# I CAN'T SET MY DEFAULT KINDLE ON AMAZON.



## Toby (Nov 25, 2008)

No matter what I do, I can not set my Voyage as the default kindle on amazon, so now I have to check to make sure the book does not go to an older kindle unless it's my choice. It used to be my default kindle. I tried at Devices numerous times on both my ipads. I changed the names around so that either of the 2 older kindles was not the default by changing the names. Nothing works. I tried tonight for at least almost 2 hours. I've had to charge my kindles because of draining the batteries. I have many kindles. Alphabetical order does not work in names. Any suggestions?


----------



## cinisajoy (Mar 10, 2013)

Mine are alphabetical so the one I want is on top.
I don't understand your batteries draining.
My best advice would be if you have a computer or tablet, go to manage my content and devices there.  Try changing the name there.
Reboot the voyage.  Then turn on the wifi and sync.  

Hope all this helps.


----------



## Betsy the Quilter (Oct 27, 2008)

Toby said:


> No matter what I do, I can not set my Voyage as the default kindle on amazon, so now I have to check to make sure the book does not go to an older kindle unless it's my choice. It used to be my default kindle. I tried at Devices numerous times on both my ipads. I changed the names around so that either of the 2 older kindles was not the default by changing the names. Nothing works. I tried tonight for at least almost 2 hours. I've had to charge my kindles because of draining the batteries. I have many kindles. Alphabetical order does not work in names. Any suggestions?


Toby,

How frustrating! Take a deep breath, we'll figure this out! (Or send you to Kindle CS.) Let's take it a step at a time.

I just tried changing my default device on my iPad and it seemed to work. The new device showed up when I went to a book download page.

Did changing the default to one of the other devices not currently the default (other than the Voyage) work?

Are all of your Kindles connected to WiFi?

Betsy


----------



## Ann in Arlington (Oct 27, 2008)

I had that happen one time: my favorite device stopped being the default for no apparent reason . . . but I was able to switch it back. It's like the account forgot I'd designated it and defaulted to alphabetical again. 

It sounds like you realize that you no longer have to name it something alphabetically prioritized, but here's what steps I'd suggest. (Making it very basic for the benefit, as well, of those who might have less familiarity.)

Be sure your device is turned on, wifi is on (airplane mode is OFF) and that it appears to be connecting properly. Check your WiFi network settings -- password, etc.

Is your device shown as registered to your account? Check under 'Manage your Content and Devices'. (It should be listed as one of the devices when you go to that tab. The page comes up on the 'content' tab. Manage your Content and Devices is an option in the 'your account' menu, which link is along the top at Amazon, near the right.)

Obviously, if it's not even listed, the first step is to register it. (More on that in the longer paragraph below.  )

If it is there, and is the default device, it should say so under the name. If it's NOT the default device, click on it and there will be a link that comes available (left side) that will let you set it so.
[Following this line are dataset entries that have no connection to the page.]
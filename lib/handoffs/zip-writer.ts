import { crc32 } from 'node:zlib';

// A streaming writer for stored (uncompressed) ZIP archives, ZIP64 where sizes or offsets need it.
// Every entry's size is known before the first byte, so the archive's layout and length are fixed up
// front (Content-Length); the CRC-32 goes into a data descriptor after each entry. A clip's CRC is
// taken at ingest (storage/ingest.ts) so the package only copies bytes; for a file without one it is
// computed while the bytes pass, with Node's native zlib.crc32 (Node >= 20.15). Per-byte CRC work was
// the bottleneck of the clip package (bench/handoff, issue 14).
// The output is a pull-based web stream, so nothing is read before the client asks for it.
// Source for every record below: PKWARE APPNOTE.TXT 6.3.10 (sections cited beside each record).

export type ZipEntrySource =
  | { path: string; mtime: Date; data: Uint8Array }
  | {
      path: string;
      mtime: Date;
      size: number;
      /** The bytes' CRC-32 when known beforehand (taken at ingest); otherwise computed while they pass. */
      crc32?: number | null;
      open: () => Promise<AsyncIterable<Uint8Array>>;
    };

type PlannedEntry = { source: ZipEntrySource; name: Buffer; size: number; offset: number; zip64: boolean; crc: number };

const MAX32 = 0xffffffff;
const MAX16 = 0xffff;
const LOCAL_FIXED = 30; // §4.3.7
const ZIP64_LOCAL_EXTRA = 20; // §4.5.3: tag, size, original and compressed size
const DESCRIPTOR = 16; // §4.3.9 with its optional signature
const ZIP64_DESCRIPTOR = 24; // §4.3.9.2: 8-byte sizes when the entry is ZIP64
const CENTRAL_FIXED = 46; // §4.3.12
const UT_EXTRA = 9; // Info-ZIP extended timestamp 0x5455, central form: flags + mtime (APPNOTE §4.6.1 lists the tag)
const ZIP64_CENTRAL_EXTRA = 28; // §4.5.3: original size, compressed size, local header offset
const EOCD = 22; // §4.3.16
const ZIP64_EOCD = 56; // §4.3.14
const ZIP64_LOCATOR = 20; // §4.3.15
const VERSION_MADE_BY = (3 << 8) | 63; // §4.4.2: Unix, spec 6.3
const NEEDS_20 = 20; // §4.4.3.2: stored entries, folders
const NEEDS_45 = 45; // §4.4.3.2: ZIP64
const FLAG_DESCRIPTOR = 1 << 3; // §4.4.4 bit 3: CRC and sizes follow the data
const FLAG_UTF8 = 1 << 11; // §4.4.4 bit 11: names are UTF-8
const FILE_MODE = 0o100644;

const sizeOf = (source: ZipEntrySource) => ('data' in source ? source.data.byteLength : source.size);

/** 64-bit little-endian from a safe integer (archives stay far below 2^53 bytes). */
function writeU64(buf: Buffer, value: number, at: number) {
  buf.writeUInt32LE(value % 0x100000000, at);
  buf.writeUInt32LE(Math.floor(value / 0x100000000), at + 4);
}

/** MS-DOS date and time, §4.4.6; in UTC so the archive does not depend on the server's time zone. */
function dosDateTime(date: Date): { date: number; time: number } {
  const year = Math.min(Math.max(date.getUTCFullYear(), 1980), 2107);
  return {
    date: ((year - 1980) << 9) | ((date.getUTCMonth() + 1) << 5) | date.getUTCDate(),
    time: (date.getUTCHours() << 11) | (date.getUTCMinutes() << 5) | Math.floor(date.getUTCSeconds() / 2),
  };
}

type Plan = { entries: PlannedEntry[]; centralOffset: number; centralSize: number; zip64End: boolean; size: number };

function planZip(sources: ZipEntrySource[], forceZip64: boolean): Plan {
  let cursor = 0;
  let centralSize = 0;
  const entries = sources.map((source): PlannedEntry => {
    const name = Buffer.from(source.path, 'utf8');
    if (name.length > MAX16) throw new Error(`ZIP entry name too long: ${source.path}`);
    const size = sizeOf(source);
    // §4.4.8, §4.4.16: 0xFFFFFFFF in a 32-bit field means "see the ZIP64 extra field".
    const zip64 = forceZip64 || size >= MAX32 || cursor >= MAX32;
    const entry: PlannedEntry = { source, name, size, offset: cursor, zip64, crc: 0 };
    cursor += LOCAL_FIXED + name.length + (zip64 ? ZIP64_LOCAL_EXTRA : 0) + size + (zip64 ? ZIP64_DESCRIPTOR : DESCRIPTOR);
    centralSize += CENTRAL_FIXED + name.length + UT_EXTRA + (zip64 ? ZIP64_CENTRAL_EXTRA : 0);
    return entry;
  });
  const zip64End = forceZip64 || entries.length >= MAX16 || centralSize >= MAX32 || cursor >= MAX32;
  return { entries, centralOffset: cursor, centralSize, zip64End, size: cursor + centralSize + (zip64End ? ZIP64_EOCD + ZIP64_LOCATOR : 0) + EOCD };
}

/** Local file header, §4.3.7; CRC and sizes are zero because bit 3 is set (§4.4.4). */
function localHeader(e: PlannedEntry): Buffer {
  const buf = Buffer.alloc(LOCAL_FIXED + e.name.length + (e.zip64 ? ZIP64_LOCAL_EXTRA : 0));
  const { date, time } = dosDateTime(e.source.mtime);
  buf.writeUInt32LE(0x04034b50, 0);
  buf.writeUInt16LE(e.zip64 ? NEEDS_45 : NEEDS_20, 4);
  buf.writeUInt16LE(FLAG_DESCRIPTOR | FLAG_UTF8, 6);
  buf.writeUInt16LE(0, 8); // stored
  buf.writeUInt16LE(time, 10);
  buf.writeUInt16LE(date, 12);
  buf.writeUInt32LE(0, 14);
  buf.writeUInt32LE(e.zip64 ? MAX32 : 0, 18);
  buf.writeUInt32LE(e.zip64 ? MAX32 : 0, 22);
  buf.writeUInt16LE(e.name.length, 26);
  buf.writeUInt16LE(e.zip64 ? ZIP64_LOCAL_EXTRA : 0, 28);
  e.name.copy(buf, LOCAL_FIXED);
  if (e.zip64) {
    // §4.5.3: "This entry in the Local header MUST include BOTH original and compressed file size fields."
    const at = LOCAL_FIXED + e.name.length;
    buf.writeUInt16LE(0x0001, at);
    buf.writeUInt16LE(16, at + 2);
  }
  return buf;
}

/** Data descriptor with its signature, §4.3.9. */
function dataDescriptor(e: PlannedEntry): Buffer {
  const buf = Buffer.alloc(e.zip64 ? ZIP64_DESCRIPTOR : DESCRIPTOR);
  buf.writeUInt32LE(0x08074b50, 0);
  buf.writeUInt32LE(e.crc, 4);
  if (e.zip64) {
    writeU64(buf, e.size, 8);
    writeU64(buf, e.size, 16);
  } else {
    buf.writeUInt32LE(e.size, 8);
    buf.writeUInt32LE(e.size, 12);
  }
  return buf;
}

/** Central directory file header, §4.3.12, with the extended timestamp and, for ZIP64, §4.5.3. */
function centralRecord(e: PlannedEntry): Buffer {
  const buf = Buffer.alloc(CENTRAL_FIXED + e.name.length + UT_EXTRA + (e.zip64 ? ZIP64_CENTRAL_EXTRA : 0));
  const { date, time } = dosDateTime(e.source.mtime);
  buf.writeUInt32LE(0x02014b50, 0);
  buf.writeUInt16LE(VERSION_MADE_BY, 4);
  buf.writeUInt16LE(e.zip64 ? NEEDS_45 : NEEDS_20, 6);
  buf.writeUInt16LE(FLAG_DESCRIPTOR | FLAG_UTF8, 8);
  buf.writeUInt16LE(0, 10);
  buf.writeUInt16LE(time, 12);
  buf.writeUInt16LE(date, 14);
  buf.writeUInt32LE(e.crc, 16);
  buf.writeUInt32LE(e.zip64 ? MAX32 : e.size, 20);
  buf.writeUInt32LE(e.zip64 ? MAX32 : e.size, 24);
  buf.writeUInt16LE(e.name.length, 28);
  buf.writeUInt16LE(UT_EXTRA + (e.zip64 ? ZIP64_CENTRAL_EXTRA : 0), 30);
  buf.writeUInt16LE(0, 32); // comment length
  buf.writeUInt16LE(0, 34); // disk number start
  buf.writeUInt16LE(0, 36); // internal attributes
  buf.writeUInt32LE((FILE_MODE << 16) >>> 0, 38); // external attributes: Unix mode in the high half
  buf.writeUInt32LE(e.zip64 ? MAX32 : e.offset, 42);
  let at = CENTRAL_FIXED;
  e.name.copy(buf, at);
  at += e.name.length;
  // Info-ZIP "UT" field, central form: flags (mtime, atime) and the mtime only, as Info-ZIP's zip writes it.
  buf.writeUInt16LE(0x5455, at);
  buf.writeUInt16LE(5, at + 2);
  buf.writeUInt8(0b11, at + 4);
  buf.writeInt32LE(Math.max(-0x80000000, Math.min(0x7fffffff, Math.floor(e.source.mtime.getTime() / 1000))), at + 5);
  at += UT_EXTRA;
  if (e.zip64) {
    buf.writeUInt16LE(0x0001, at);
    buf.writeUInt16LE(24, at + 2);
    writeU64(buf, e.size, at + 4);
    writeU64(buf, e.size, at + 12);
    writeU64(buf, e.offset, at + 20);
  }
  return buf;
}

/** ZIP64 end of central directory record and locator (§4.3.14, §4.3.15) when needed, then the EOCD (§4.3.16). */
function endRecords(plan: Plan): Buffer {
  const count = plan.entries.length;
  const eocd = Buffer.alloc(EOCD);
  eocd.writeUInt32LE(0x06054b50, 0);
  eocd.writeUInt16LE(plan.zip64End ? MAX16 : count, 8);
  eocd.writeUInt16LE(plan.zip64End ? MAX16 : count, 10);
  eocd.writeUInt32LE(plan.zip64End ? MAX32 : plan.centralSize, 12);
  eocd.writeUInt32LE(plan.zip64End ? MAX32 : plan.centralOffset, 16);
  if (!plan.zip64End) return eocd;
  const z = Buffer.alloc(ZIP64_EOCD + ZIP64_LOCATOR);
  z.writeUInt32LE(0x06064b50, 0);
  writeU64(z, ZIP64_EOCD - 12, 4); // size of the record after this field
  z.writeUInt16LE(VERSION_MADE_BY, 12);
  z.writeUInt16LE(NEEDS_45, 14);
  writeU64(z, count, 24);
  writeU64(z, count, 32);
  writeU64(z, plan.centralSize, 40);
  writeU64(z, plan.centralOffset, 48);
  z.writeUInt32LE(0x07064b50, ZIP64_EOCD);
  writeU64(z, plan.centralOffset + plan.centralSize, ZIP64_EOCD + 8); // where the ZIP64 EOCD record starts
  z.writeUInt32LE(1, ZIP64_EOCD + 16); // total number of disks
  return Buffer.concat([z, eocd]);
}

async function* archiveChunks(plan: Plan): AsyncGenerator<Uint8Array> {
  for (const e of plan.entries) {
    yield localHeader(e);
    let crc = 0;
    let read = 0;
    if ('data' in e.source) {
      crc = crc32(e.source.data);
      read = e.source.data.byteLength;
      yield e.source.data;
    } else {
      const known = e.source.crc32 ?? null;
      for await (const chunk of await e.source.open()) {
        read += chunk.byteLength;
        // A file that grew would shift every later offset: stop rather than send a corrupt archive.
        if (read > e.size) break;
        if (known === null) crc = crc32(chunk, crc);
        yield chunk;
      }
      if (known !== null) crc = known;
    }
    if (read !== e.size) throw new Error(`${e.source.path}: expected ${e.size} bytes, read ${read}`);
    e.crc = crc;
    yield dataDescriptor(e);
  }
  yield Buffer.concat(plan.entries.map(centralRecord));
  yield endRecords(plan);
}

export type ZipArchive = { size: number; stream: ReadableStream<Uint8Array> };

/**
 * A stored ZIP of the given entries, in that order. `size` is exact before any byte is read. An entry
 * that cannot be opened or read, or whose length differs from its declared size, errors the stream, so a
 * client sees a failed download rather than a short, valid-looking archive.
 * @param options.forceZip64 ZIP64 records for every entry (tests check the ZIP64 layout with small files).
 */
export function createZipArchive(sources: ZipEntrySource[], options: { forceZip64?: boolean } = {}): ZipArchive {
  const plan = planZip(sources, options.forceZip64 ?? false);
  const chunks = archiveChunks(plan);
  // highWaterMark 0: read the next chunk only when the consumer pulls, so memory stays at one chunk.
  const stream = new ReadableStream<Uint8Array>(
    {
      async pull(controller) {
        const next = await chunks.next();
        if (next.done) controller.close();
        else controller.enqueue(next.value);
      },
      async cancel() {
        await chunks.return(undefined);
      },
    },
    { highWaterMark: 0 },
  );
  return { size: plan.size, stream };
}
If it _appears_ to be the default device, but purchases via the web page are not going there automatically, I suggest you switch the default AWAY from it (click 'save as default device and confirm in the pop up) and then back to it. Before switching it back, check on a book page and see if the default device name changes.

You do, I think, need to be on the 'full version' of the Amazon site . . . . I'm not sure you can do this at all on the mobile version. On a Fire, I think you need to be accessing Amazon via the browser vs the 'store' link.
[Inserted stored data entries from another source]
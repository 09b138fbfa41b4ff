import 'server-only';
import { can } from '@/lib/auth/policy';
import type { Membership } from '@/lib/channels/queries';
import { listVersionNotes } from '@/lib/edit/queries';
import { findEpisode } from '@/lib/episodes/queries';
import { clipsOfAll } from './assembly';
import { diffHandoffs, type HandoffDiff } from './diff';
import { findClipUploads, findHandoff, findTwoSnapshots, listHandoffs, recordHandoffRead } from './queries';

/**
 * The editor's view of one version: the snapshot, which clips are still stored, the notes, the
 * versions, and what changed since the version this person opened before (or since `since`).
 */
export async function getHandoffPage(member: Membership, episodeId: string, version: number, since?: number) {
  const [handoff, episode, versions] = await Promise.all([
    findHandoff(member.channel.id, episodeId, version),
    findEpisode(member.channel.id, episodeId),
    listHandoffs(member.channel.id, episodeId),
  ]);
  const [uploads, notes, previous] = await Promise.all([
    findClipUploads(member.channel.id, clipsOfAll(handoff.snapshot).map((c) => c.id)),
    listVersionNotes(member.channel.id, episodeId, version),
    recordHandoffRead(episodeId, member.userId, version),
  ]);
  const base = since !== undefined && since !== version ? since : previous !== null && previous < version ? previous : null;
  let changes: HandoffDiff | null = null;
  if (base !== null && versions.some((v) => v.version === base)) {
    const [a, b] = await findTwoSnapshots(member.channel.id, episodeId, base, version);
    changes = diffHandoffs(a, b);
  }
  return {
    handoff,
    episode,
    versions,
    notes,
    changes,
    storedClipIds: [...uploads.keys()],
    canWriteNotes: can(member.role, 'editNotes.edit'),
  };
}
export type HandoffPageData = Awaited<ReturnType<typeof getHandoffPage>>;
If that doesn't work, it's possible there's a glitch in the registration. So it seems to be registered -- and books are downloading and all -- but it's not completely. Best thing to do is to de-register it and then register it again. Don't worry: you won't lose anything. You can do it either from the device or from the website. To re-register at the website, you'll need the device serial number which you can find under device info: from the home page tap menu/settings/menu/device info. To switch registration via the device, you go to menu/settings/registration and household. If it IS registered, the option will be to deregister; if it is NOT, the option will be to register. To register you'll need your amazon account credentials.

If none of that works, toggle the wifi (airplane mode) off and then on. Be sure it is connecting and do the above steps again. If that doesn't work, try a restart on the device (menu/settings/menu/restart*). Then try the above steps again. Usually if the issue is the device talking to the Zon -- which is needed for proper registration -- one of those operations will fix it. But if nothing has -- it might be time for a call to kindle support.  There are links in the pinned thread at the top of the forum.

*Do NOT choose 'reset device' -- that WILL erase all your books and any personalization. You'll get a warning if you select it by accident.


----------



## Betsy the Quilter (Oct 27, 2008)

What Ann said.

Once minor clarification; apparently, if you have added collections on the device itself, you'll have to re-add the collections by going through the collections on the cloud and press and hold on the collections you want to add to your device, then select "Add to Device."  Sync first to make sure the device will show your cloud collections.  If you have a lot of collections and a goodly number of books on the device, it may take a few minutes for all the collections to appear.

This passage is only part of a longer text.